17 July 2019
There are no standard guidelines for mammographic screening for men who have no symptoms (such as a lump), even if they are considered to be at high risk for developing breast cancer. A study recently published in Breast Cancer Research and Treatment* evaluated the performance of screening mammography in asymptomatic high risk men.
The researchers reviewed a prospective institutional database at the Memorial Sloan Kettering Cancer Center, evaluating cases from 2011 – 2018. 827 men underwent mammography during that time period, but 80% were excluded from evaluation for this study as they underwent imaging due to the presence of a mass or other symptoms. Data from 163 asymptomatic patients, considered high risk due to a family and/ or personal history of breast cancer or the presence of a deleterious genetic mutation, was analyzed.
Of the 163 men, 77% had personal history of breast cancer and 44% had a family history of breast cancer. 15% had deleterious BRCA mutations. Most of the genetic mutations (83%) were in the BRCA2 gene, as expected.
Over the 7-year time period, 806 screening mammography examinations were performed. The majority (792 studies, 98%) were BIRADS 1 or 2, indicating a normal study or benign findings. 10 (1.2%) were BIRADS 3 indicating a “probably benign” finding. Upon follow up, all of these patients were considered to have benign findings. 4 men had BIRADS 4 or 5 findings indicating suspicious or highly suspicious findings for which biopsy was recommended, and all were diagnosed with invasive ductal breast cancer.

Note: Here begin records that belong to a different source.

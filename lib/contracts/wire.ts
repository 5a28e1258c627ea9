import { z } from "zod";

/**
 * What a route sends, as the browser reads it: JSON, so a timestamp arrives as an ISO string.
 * The handler may hand a Date where the contract says string (JSON turns it into one).
 */
export type AsSent<T> = T extends string ? string | Date : T extends (infer U)[] ? AsSent<U>[] : T extends object ? { [K in keyof T]: AsSent<T[K]> } : T;

/** A timestamp on the wire (ISO 8601). */
export const wireDate = z.string();

/** A list route's answer: the page of rows and how many match in all; paged lists say which page. */
export const listAnswer = <R extends z.ZodType>(row: R) => z.object({ rows: z.array(row), total: z.number().int() });
export const pagedAnswer = <R extends z.ZodType>(row: R) => listAnswer(row).extend({ page: z.number().int(), pageSize: z.number().int() });

/** A zod enum of a label table's keys (lib/labels.ts), so a state the screens cannot name fails the contract. */
export const keysOf = <K extends string>(labels: Record<K, string>) => z.enum(Object.keys(labels) as [K, ...K[]]);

Breast cancers in men are often diagnosed at more advanced stages than in women, and as a result, outcomes may be poorer. The authors noted that while mammographic screening has not been shown to reduce breast cancer mortality rates (the reason screening is performed) in men, the detection rate in this high-risk population (4.96 per 1000 examinations) is comparable to the breast cancer detection rate from screening mammography in average risk women. There were no false-positive (“false alarm”) biopsies in this group. The authors acknowledged one of the primary limitations of their study, the relatively small number of patients, and called for larger studies to confirm their findings. They concluded that their study “suggests that screening mammography should be performed in men at increased risk for breast cancer.”